17 May 2020 Millennials and women key drivers of ESG investments widening the gap between winners and losers
The universe of investment is changing. Millennials are twice as likely to invest in sustainable investment products as the rest of the investors. If responsible investments are considered a niche choice for the majority of the investors, they have become the norm for women and millennials demanding that their portfolios have a positive social impact.
According to Schroders, 78 percent of investors say that sustainable investing has become more important to them in the past five years, while 64 percent increased their sustainable investment allocations this year.
Interest in ESG-oriented investing has skyrocket lately. Many investors demand that companies do better on a wide variety of matters that fall under the ESG umbrella. ESG-focused equity funds have taken in nearly $70bn of assets just over the past year, according to EPFR, while traditional equity funds have suffered almost $200bn of outflows over the same period.

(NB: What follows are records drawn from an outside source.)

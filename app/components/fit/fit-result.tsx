// One stored fit: the estimates with standard errors and 95 % intervals, the identifiability
// warnings in words, the correlation matrix as coloured cells, residuals per species, and for
// editors the button that writes the values into the text.
import { useMemo, useState } from "react";
import type * as Y from "yjs";
import { declaredValueEdits } from "~/chem/declared-values";
import { applyTextEdits } from "~/shared/text-edits";
import { readableNumberText } from "~/chem/numbers";
import { chartSvg } from "~/components/dynamics/chart-svg";
import { TimeAgo } from "~/components/time-ago";
import { currentThemeColours } from "~/utils/graph-svg";
import { cellInk, divergingColour } from "./colour-scale";
import { residualPicture, residualSpecies } from "./fit-charts";
import type { FitEntry } from "./use-fits";

interface Props {
  mechanismId: string;
  fit: FitEntry;
  canEdit: boolean;
  /** The live text, for undoing an apply as one edit everyone sees. */
  source: Y.Text | null;
}

const number = (value: number) => readableNumberText(value, 4);

export function FitResultView({ mechanismId, fit, canEdit, source }: Props) {
  const [applying, setApplying] = useState<string | null>(null);
  const [previous, setPrevious] = useState<Record<string, number> | null>(null);
  const result = fit.result;
  const names = fit.settings.dataSets.map((dataSet) => dataSet.name).join(", ");

  async function apply() {
    setApplying("Writing the values into the text…");
    const response = await fetch(`/api/v1/mechanisms/${mechanismId}/fits/${fit.id}/apply`, { method: "POST" });
    const body = (await response.json().catch(() => null)) as { error?: string; snapshot?: { name: string }; previous?: Record<string, number> } | null;
    setApplying(response.ok ? `Applied: the text now holds the fitted values, saved as the version “${body?.snapshot?.name}”.` : (body?.error ?? `The server answered ${response.status}.`));
    setPrevious(response.ok ? (body?.previous ?? null) : null);
  }

  /** Puts the replaced values back where they are declared now, as one edit everyone sees. */
  function undo() {
    if (!source || !previous || !source.doc) return;
    const { edits, undeclared } = declaredValueEdits(source.toString(), previous);
    if (undeclared.length > 0) return setApplying(`Not undone: the text no longer declares ${undeclared.join(", ")}.`);
    source.doc.transact(() => applyTextEdits(source, edits));
    setPrevious(null);
    setApplying("Undone: the values from before the fit are back in the text.");
  }

  return (
    <section className="card p-4" data-testid="fit-result" data-fit-id={fit.id}>
      <div className="flex flex-wrap items-start justify-between gap-3">
        <div>
          <h3>Fit to {names}</h3>
          <p className="text-xs text-muted">
            {fit.ranBy ?? "Someone"} · <TimeAgo at={fit.createdAt} />
            {fit.snapshotId !== null && <> · on version #{fit.snapshotId}</>}
            {result && <> · cost {number(result.cost)} · {result.iterations} iterations · {result.points} points · {result.converged ? "converged" : "not converged"} ({result.stopped})</>}
          </p>
        </div>
        {canEdit && result && (
          <button type="button" className="btn btn-primary" onClick={() => void apply()} data-testid="apply-fit">Apply values to the text</button>
        )}
      </div>
      {applying && (
        <p className="mt-2 flex items-center gap-3 text-xs text-muted" role="status">
          <span data-testid="apply-status">{applying}</span>
          {previous && <button type="button" className="btn py-0.5 text-xs" onClick={undo} data-testid="undo-apply">Undo</button>}
        </p>
      )}
      {fit.status === "running" && <p className="mt-3 text-sm text-muted">Running…</p>}
      {fit.status === "failed" && <p className="notice-error mt-3">{fit.error}</p>}
      {result && <FitDetails fit={fit} />}
    </section>
  );
}

function FitDetails({ fit }: { fit: FitEntry }) {
  const result = fit.result!;
  const parameters = Object.keys(result.parameters);
  const warnings = [...result.warnings, ...(result.dataWarnings ?? [])];
  return (
    <>
      {warnings.length > 0 && (
        <ul className="mt-3 space-y-1 rounded-md border border-signal bg-signal-soft px-3 py-2 text-xs text-signal" data-testid="fit-warnings">
          {warnings.map((warning) => <li key={warning}>{warning}</li>)}
        </ul>
      )}
      <table className="mt-3 w-full text-sm" data-testid="fit-parameters">
        <thead className="text-left text-xs uppercase tracking-wider text-muted">
          <tr><th className="py-1">Parameter</th><th>Start</th><th>Estimate</th><th>Std. error</th><th>95 % interval</th><th /></tr>
        </thead>
        <tbody>
          {parameters.map((name) => {
            const p = result.parameters[name];
            return (
              <tr key={name} className="border-t border-line">
                <td className="py-1 font-mono">{name}</td>
                <td className="text-muted">{number(p.start)}</td>
                <td className="font-medium">{number(p.value)}</td>
                <td>{Number.isFinite(p.stderr) ? number(p.stderr) : "—"}</td>
                <td>{Number.isFinite(p.low) && Number.isFinite(p.high) ? `${number(p.low)} … ${number(p.high)}` : "—"}</td>
                <td className="text-xs text-signal">{p.atBound ? "at a bound" : ""}</td>
              </tr>
            );
          })}
        </tbody>
      </table>
      <p className="mt-1 text-xs text-muted">
        {result.weighted ? "Weighted by the data's standard deviations." : "Unweighted: standard errors are scaled by the residual variance."} Intervals come from the linearised covariance in log space.
      </p>
      {parameters.length > 1 && <CorrelationMatrix names={parameters} correlation={result.correlation} />}
      <ResidualPlots fit={fit} />
    </>
  );
}

function CorrelationMatrix({ names, correlation }: { names: string[]; correlation: Record<string, Record<string, number>> }) {
  return (
    <div className="mt-4">
      <h4 className="text-sm font-medium">Correlation of the estimates</h4>
      <table className="mt-2 border-separate border-spacing-0.5 text-xs" data-testid="fit-correlation">
        <thead>
          <tr><th />{names.map((name) => <th key={name} className="px-2 font-mono font-normal text-muted">{name}</th>)}</tr>
        </thead>
        <tbody>
          {names.map((row) => (
            <tr key={row}>
              <th className="pr-2 text-right font-mono font-normal text-muted">{row}</th>
              {names.map((column) => {
                const value = correlation[row]?.[column] ?? NaN;
                return (
                  <td key={column} className="min-w-14 rounded px-2 py-1 text-center tabular-nums" style={{ background: divergingColour(value), color: cellInk(value) }} title={`${row} × ${column}`}>
                    {Number.isFinite(value) ? value.toFixed(2) : "—"}
                  </td>
                );
              })}
            </tr>
          ))}
        </tbody>
      </table>
    </div>
  );
}

function ResidualPlots({ fit }: { fit: FitEntry }) {
  const result = fit.result!;
  const species = useMemo(() => residualSpecies(result.residuals), [result]);
  const [chosen, setChosen] = useState<string | null>(null);
  const shown = chosen && species.includes(chosen) ? chosen : species[0];
  const svg = useMemo(() => (shown ? chartSvg(residualPicture(result.residuals, shown, result.weighted), currentThemeColours()) : ""), [result, shown]);
  if (!shown) return null;
  return (
    <div className="mt-4">
      <div className="flex flex-wrap items-center gap-2">
        <h4 className="text-sm font-medium">Residuals</h4>
        {species.map((name) => (
          <button key={name} type="button" className={`rounded px-2 py-0.5 text-xs ${name === shown ? "bg-accent text-white" : "border border-line"}`} onClick={() => setChosen(name)}>
            {name}
          </button>
        ))}
      </div>
      <div className="mt-2 overflow-x-auto" data-testid="residual-plot" dangerouslySetInnerHTML={{ __html: svg }} />
    </div>
  );
}
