// A running fit's progress: the iterations taken and how far the cost has fallen, with the fall
// drawn small. Levenberg–Marquardt usually stops long before its cap of iterations, so a bar
// counting toward the cap would say "5 %" for a fit that is nearly done.
import type { FitProgress } from "~/chem/fit/types";
import { readableNumberText } from "~/chem/numbers";
import { JobStatus } from "~/components/dynamics/job-status";
import type { JobState } from "~/components/dynamics/use-dynamics-job";

export function FitStatus({ job }: { job: JobState<unknown> }) {
  if (!job.running || job.queued !== null || job.notes.length === 0) return <JobStatus job={job} />;
  const first = job.notes[0];
  const last = job.notes[job.notes.length - 1];
  return (
    <div className="mt-3 flex items-center gap-3 text-xs text-muted" role="status" data-testid="fit-progress">
      <CostFall notes={job.notes} />
      <span>{fitProgressText(first, last)}</span>
    </div>
  );
}

/** "Iteration 7 · cost 3.2×10⁻⁴, down from 1.5 (×4688 lower)". */
export function fitProgressText(first: FitProgress, last: FitProgress): string {
  const iteration = `Iteration ${last.iteration}`;
  const cost = `cost ${readableNumberText(last.cost, 3)}`;
  if (last.iteration === first.iteration || !(last.cost < first.cost) || !(last.cost > 0)) return `${iteration} · ${cost}`;
  return `${iteration} · ${cost}, down from ${readableNumberText(first.cost, 3)} (×${readableNumberText(first.cost / last.cost, 2)} lower)`;
}

const spark = { width: 96, height: 22 };

/** The cost per iteration on a log scale, so a fall by decades reads as a steady slope. */
function CostFall({ notes }: { notes: FitProgress[] }) {
  const logs = notes.map(({ cost }) => Math.log10(Math.max(cost, Number.MIN_VALUE)));
  const [low, high] = [Math.min(...logs), Math.max(...logs)];
  const x = (i: number) => (notes.length > 1 ? (i / (notes.length - 1)) * spark.width : spark.width / 2);
  const y = (value: number) => (high > low ? 2 + ((high - value) / (high - low)) * (spark.height - 4) : spark.height / 2);
  const path = logs.map((value, i) => `${i ? "L" : "M"}${x(i).toFixed(1)},${y(value).toFixed(1)}`).join("");
  return (
    <svg width={spark.width} height={spark.height} aria-hidden="true" className="shrink-0 overflow-visible">
      <path d={path} fill="none" stroke="var(--mw-accent)" strokeWidth="1.5" />
      <circle cx={x(logs.length - 1)} cy={y(logs[logs.length - 1])} r="2.2" fill="var(--mw-accent)" />
    </svg>
  );
}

Asset managers tend to define ESG, or “socially responsible investing”, differently, or weight metrics in conflicting ways. But look under the hood of some of the biggest ESG funds and it becomes apparent that they are heavily tilted towards tech stocks, including Microsoft.
“Given the unprecedented media attention focused on sustainability and its relative immaturity as an investment style, ESG is having a fast-growing impact on equity market positioning,” Barclays said in a recent report. “We believe that it is likely contributing to widening the valuation dispersion between ‘winners’ and ‘losers’.”
Mr Klarman of Baupost, a value-oriented hedge fund, bemoaned the environment in his latest letter to clients, but argued that the “ongoing selling pressure of value names has contributed to mispricings that represent potential opportunity for long-term investors”.
Over time, the shunning of companies that lag behind on ESG metrics may indeed lead to investors being able to harvest a “sin premium” by buying systematically underpriced stocks. However, given the fact that ESG-focused investing is likely to prove a secular trend, it might also mean that value will stay in a funk far longer than its proponents might like.